Monday 1 January 2001

Slut Walk


This weekend, the city where I live is going to have its very own “SlutWalk” (if you aren’t aware of this movement which hopes to assert or remind people that a woman, no matter how she dresses, should be safe from physical or sexual assault, you can read about it here

I’ve known about this movement for awhile, and while I support the goals, the name makes me cringe every time I read it.  “Slut.” I’ve read the assertion that these walks are going to help women take back the word. Personally, I’d rather not take it back. And using it in the context of a march asserting a woman’s right to make decisions about her body and her sexuality is beyond ridiculous to me.

At its core, slut is a demeaning term which reduces a woman to an object that doesn’t need to be treated like a person, an object who no longer has the same presumed rights to decide what she does with her body. It is also implies that the value of a woman is closely tied to her sexual inexperience. 

Calling a woman a “slut” isn’t simply saying she is a woman who enjoys sex, is open with her sexuality or who may in fact be promiscuous. It is taking choices she has made at one moment in her life and reducing her permanently to those choices. As a feminist, I support a woman’s right to make decisions about her body and her sexuality. Sure, some of those decisions might be healthier or less regrettable in the long run than others, but unless she puts her life in danger, they shouldn’t define her. Most importantly, the right to make a decisions about your body isn’t a one-time thing. A woman can make the decision to fool around with a random guy at a party one night and the next week decide that she wants to be more reserved.

What perhaps bothers me most about the term is the fact that it’s most commonly bandied about in regards to young women, teenagers and college students. At a time when young women most need support, while they try to negotiate changing bodies, surging hormone and try to figure out relationships and their place in the world. When I thought about writing this, I imagined overhearing my son calling a girl a slut (he’s only a year now, so at this point I’m not too worried about it). I remember the term being used alot in high school, sometime even in reference to girls who wouldn’t put out. A guy I was friends with told me at one point that the theory was a girl would be more likely to “give in” to a guy if everyone already thought she had. It depresses me to realize how right he was. Girls were probably as likely as guys, if not more likely, to use that term to hurt and demoralize someone they had a problem with.

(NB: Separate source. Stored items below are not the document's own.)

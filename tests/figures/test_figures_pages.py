"""Pages: everything inside, nothing over anything else, axes that line up, the right numbers."""

from __future__ import annotations

from dataclasses import replace
from itertools import combinations
from typing import TYPE_CHECKING

import numpy as np
import pytest

from phasebrush.errors import InputError, JobStopped
from phasebrush.figures.layout import PANELS, lay_out
from phasebrush.figures.page import draw_page
from phasebrush.figures.paper import PAPERS
from phasebrush.figures.style import settings
from phasebrush.model.pages import Page
from phasebrush.model.results import Snapshot

if TYPE_CHECKING:
    from matplotlib.text import Text

FOUR = ("average", "locking-map", "stack", "power-map")
PAGES = {
    "slide": Page(panels=FOUR, font_pt=11),
    "dark slide": Page(panels=FOUR, font_pt=14, look="dark"),
    "slide of traces": Page(panels=("locking-trace", "power-trace", "dial", "average")),
    "a4 of all": Page(paper="a4", panels=tuple(PANELS)[:8], font_pt=8),
    "a4 of one column": Page(
        paper="a4", columns=1, panels=("average", "stack", "locking-map", "steps"), font_pt=9
    ),
    "one journal column": Page(
        paper="single-column", columns=1, panels=("average", "locking-map", "power-map"), font_pt=7
    ),
    "two journal columns": Page(
        paper="double-column", panels=(*FOUR, "locking-difference", "power-difference"), font_pt=7
    ),
    "steps and dial": Page(paper="double-column", columns=1, panels=("steps", "dial"), font_pt=8),
    "steps among two columns": Page(
        paper="a4", panels=("average", "steps", "locking-map", "power-map"), font_pt=8
    ),
    "stack alone": Page(paper="single-column", columns=1, panels=("stack",), font_pt=6),
}


def boxes(figure) -> list[tuple[str, np.ndarray]]:
    """Every word that is drawn, with its box in pixels: x0, y0, x1, y1."""
    with settings():
        figure.canvas.draw()
        renderer = figure.canvas.get_renderer()
        found = []
        for text in (*figure.texts, *(text for axes in figure.axes for text in words_of(axes))):
            if text.get_visible() and text.get_text().strip():
                box = text.get_window_extent(renderer)
                found.append((text.get_text(), np.array([box.x0, box.y0, box.x1, box.y1])))
    return found


def words_of(axes) -> list[Text]:
    """Words of axes and of those inside them; of ticks only those that are drawn."""
    found = list(axes.texts)
    if axes.get_legend() is not None:
        found += axes.get_legend().get_texts()
    for inner in axes.child_axes:
        found += words_of(inner)
    if axes.axison:
        for axis in (axes.xaxis, axes.yaxis):
            found.append(axis.label)
            for tick in axis._update_ticks():
                found += [label for label in (tick.label1, tick.label2) if label.get_visible()]
    return found


def overlap(one: np.ndarray, other: np.ndarray) -> float:
    """Common height and width, the smaller of both, in pixels; below 0 if apart."""
    wide = min(one[2], other[2]) - max(one[0], other[0])
    high = min(one[3], other[3]) - max(one[1], other[1])
    return min(wide, high)


@pytest.mark.parametrize("name", PAGES)
def test_all_words_are_on_the_page_and_none_over_another(snapshot, name):
    page = replace(PAGES[name], tested=("ITC", "average"))
    figure = draw_page(snapshot, page)
    width, height = figure.get_size_inches() * figure.dpi
    words = boxes(figure)
    assert len(words) > 10
    for text, box in words:
        assert box[0] >= -0.5, text
        assert box[1] >= -0.5, text
        assert box[2] <= width + 0.5, text
        assert box[3] <= height + 0.5, text
    for (text, box), (other, second) in combinations(words, 2):
        assert overlap(box, second) <= 1.0, f"{text!r} over {other!r}"


@pytest.mark.parametrize("font_pt", [7, 14])
@pytest.mark.parametrize("paper", PAPERS)
def test_any_size_of_words_fits_or_is_refused_in_a_line(snapshot, paper, font_pt):
    page = Page(paper=paper, columns=1, panels=FOUR, font_pt=font_pt)
    try:
        figure = draw_page(snapshot, page)
    except InputError as fault:
        assert "do not fit" in fault.wrong
        assert "fewer panels" in fault.remedy
        return
    width, height = figure.get_size_inches() * figure.dpi
    for text, box in boxes(figure):
        assert box.min() >= -0.5, text
        assert box[2] <= width + 0.5, text
        assert box[3] <= height + 0.5, text


def test_paper_has_its_size(snapshot):
    # A4: ISO 216. Widths of journal columns: common practice, no source.
    for paper, millimetres in (("a4", (210, 297)), ("slide", (13.333 * 25.4, 7.5 * 25.4))):
        size = draw_page(snapshot, Page(paper=paper)).get_size_inches() * 25.4
        np.testing.assert_allclose(size, millimetres, atol=0.05)
    for paper, width in (("single-column", 85), ("double-column", 180)):
        page = Page(paper=paper, columns=1, panels=("average",), font_pt=7)
        assert draw_page(snapshot, page).get_size_inches()[0] * 25.4 == pytest.approx(width)


def test_time_axes_of_a_column_line_up_and_only_the_last_is_named(snapshot):
    panels = ("average", "locking-map", "power-map", "locking-trace")
    figure = draw_page(snapshot, Page(paper="a4", columns=1, panels=panels))
    plots = figure.axes[::2]
    edges = {(round(x.get_position().x0, 9), round(x.get_position().x1, 9)) for x in plots}
    assert len(edges) == 1
    assert {x.get_xlim() for x in plots} == {snapshot.trials.window_s}
    assert [bool(x.get_xlabel()) for x in plots] == [False, False, False, True]


def test_a_whole_panel_has_a_row_of_its_own(snapshot):
    panels = ("average", "steps", "locking-map", "power-map")
    laid = {x.name: x for x in lay_out(Page(paper="a4", panels=panels, font_pt=8), 1.0).panels}
    assert laid["steps"].plot.width > 2 * laid["average"].plot.width
    tops = [laid[name].plot.foot for name in panels]
    assert tops[0] > tops[1] > tops[2] == tops[3]


def test_a_map_shows_the_numbers_of_the_snapshot(snapshot):
    figure = draw_page(snapshot, Page(columns=1, panels=("locking-map", "power-difference")))
    itc, difference = figure.axes[0].images[0], figure.axes[2].images[0]
    np.testing.assert_array_equal(itc.get_array(), snapshot.maps.locking)
    assert itc.get_clim() == (0.0, snapshot.maps.locking_limit)
    of = snapshot.maps.of
    np.testing.assert_array_equal(difference.get_array(), of["A"].part_db - of["B"].part_db)


def test_the_average_is_drawn_with_its_band_and_its_sets_differ_without_colour(snapshot):
    axes = draw_page(snapshot, Page(columns=1, panels=("average",))).axes[0]
    lines = {line.get_label().split()[0]: line for line in axes.lines if line.get_label()[0] != "_"}
    for name in ("all", "A", "B"):
        average = snapshot.averages.of[name]
        np.testing.assert_array_equal(lines[name].get_ydata(), average.mean_uv)
        assert lines[name].get_label() == f"{name} {average.n}"
    assert lines["B"].is_dashed()
    assert not lines["A"].is_dashed()
    assert lines["all"].get_linewidth() < lines["A"].get_linewidth()


def test_chance_is_marked_on_the_colour_bar(snapshot):
    bar = draw_page(snapshot, Page(columns=1, panels=("locking-map",))).axes[1]
    assert bar.get_ylabel() == "ITC"
    (mark,) = bar.lines
    assert mark.get_ydata()[0] == snapshot.maps.chance


def test_tests_are_drawn_where_the_page_names_them(snapshot):
    def outlines(tested: tuple[str, ...]) -> int:
        page = Page(columns=1, panels=("locking-difference",), tested=tested)
        return len(draw_page(snapshot, page).axes[0].collections)

    assert outlines(("ITC",)) > outlines(())


def test_panels_say_why_they_are_empty(snapshot):
    bare = replace(snapshot, steps=None)
    bare = replace(bare, maps=replace(bare.maps, of={"all": bare.maps.of["all"]}, shown="all"))
    page = Page(paper="a4", columns=1, panels=("steps", "locking-difference", "average"))
    words = [text for text, _box in boxes(draw_page(bare, page))]
    assert any("no steps" in text for text in words)
    assert any("pick trials for A and for B" in text for text in words)


def test_nothing_to_draw_is_said():
    with pytest.raises(InputError, match="nothing to draw"):
        draw_page(Snapshot(), Page())


def test_a_stop_ends_between_panels(snapshot):
    asked = []

    def stopped() -> bool:
        asked.append(1)
        return len(asked) > 1

    with pytest.raises(JobStopped):
        draw_page(snapshot, Page(), stopped=stopped)
    assert len(asked) == 2


@pytest.mark.parametrize(
    "change",
    [
        {"panels": ()}, {"panels": ("average", "average")}, {"panels": ("sonogram",)},
        {"columns": 3}, {"paper": "a0"}, {"look": "blue"}, {"font_pt": 2}, {"font_pt": 99},
        {"dpi": 10}, {"tested": ("luck",)},
    ],
)  # fmt: skip
def test_a_page_that_cannot_be_is_no_page(change):
    with pytest.raises(ValueError, match=r"\w"):
        Page(**change)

So instead of taking the word back, let’s just bury it.  Let’s work every day to define violence against women (or men) as indefensible, and let’s work so girls and young women grow up feeling empowered to make the right decisions for themselves and to know that if the decisions they have made start to feel wrong, they are always free to change course.  

1 comment:

  1. Excellent point; you can't take back a word that's never had a positive meaning, do you know what I mean? I fully support any woman's decision to wear whatever she wants without "inviting" rape but what exactly is saying "I'm a slut and proud" prove? I can vaguely understand trying to take the power out of the word my normalizing it but with a word that's only ever had negative connotation you aren't going to redefine it easily.  I really feel like these walks are just massive publicity stunts that are really undermining the movement.